Saved data entries:

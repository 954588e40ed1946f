import type { Plot } from '@nightcone/drawing';
import type { ReactNode } from 'react';
import { PlotKey } from './plot-key.tsx';

/** Key and caption of a plot, and what can be done with it. */
export function PlotWords({
  plot,
  remark,
  actions,
  hidden = false,
}: {
  plot: Plot;
  remark?: ReactNode;
  actions?: ReactNode;
  /** For those only who cannot see the plot. */
  hidden?: boolean;
}) {
  if (hidden) return <figcaption className="sr-only">{plot.caption}</figcaption>;
  return (
    <div>
      {plot.key && plot.key.length > 1 ? <PlotKey entries={plot.key} /> : null}
      <div className="mt-1 flex flex-wrap gap-x-4 gap-y-1 text-ink2 text-small">
        <span>
          {plot.caption} {remark}
        </span>
        {actions}
      </div>
    </div>
  );
}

■ ASSIGNED TASK ■
In the data above, each line holding "type" is to be found and copied.

■ ANSWER ■
import type { Plot } from '@nightcone/drawing';
import type { ReactNode } from 'react';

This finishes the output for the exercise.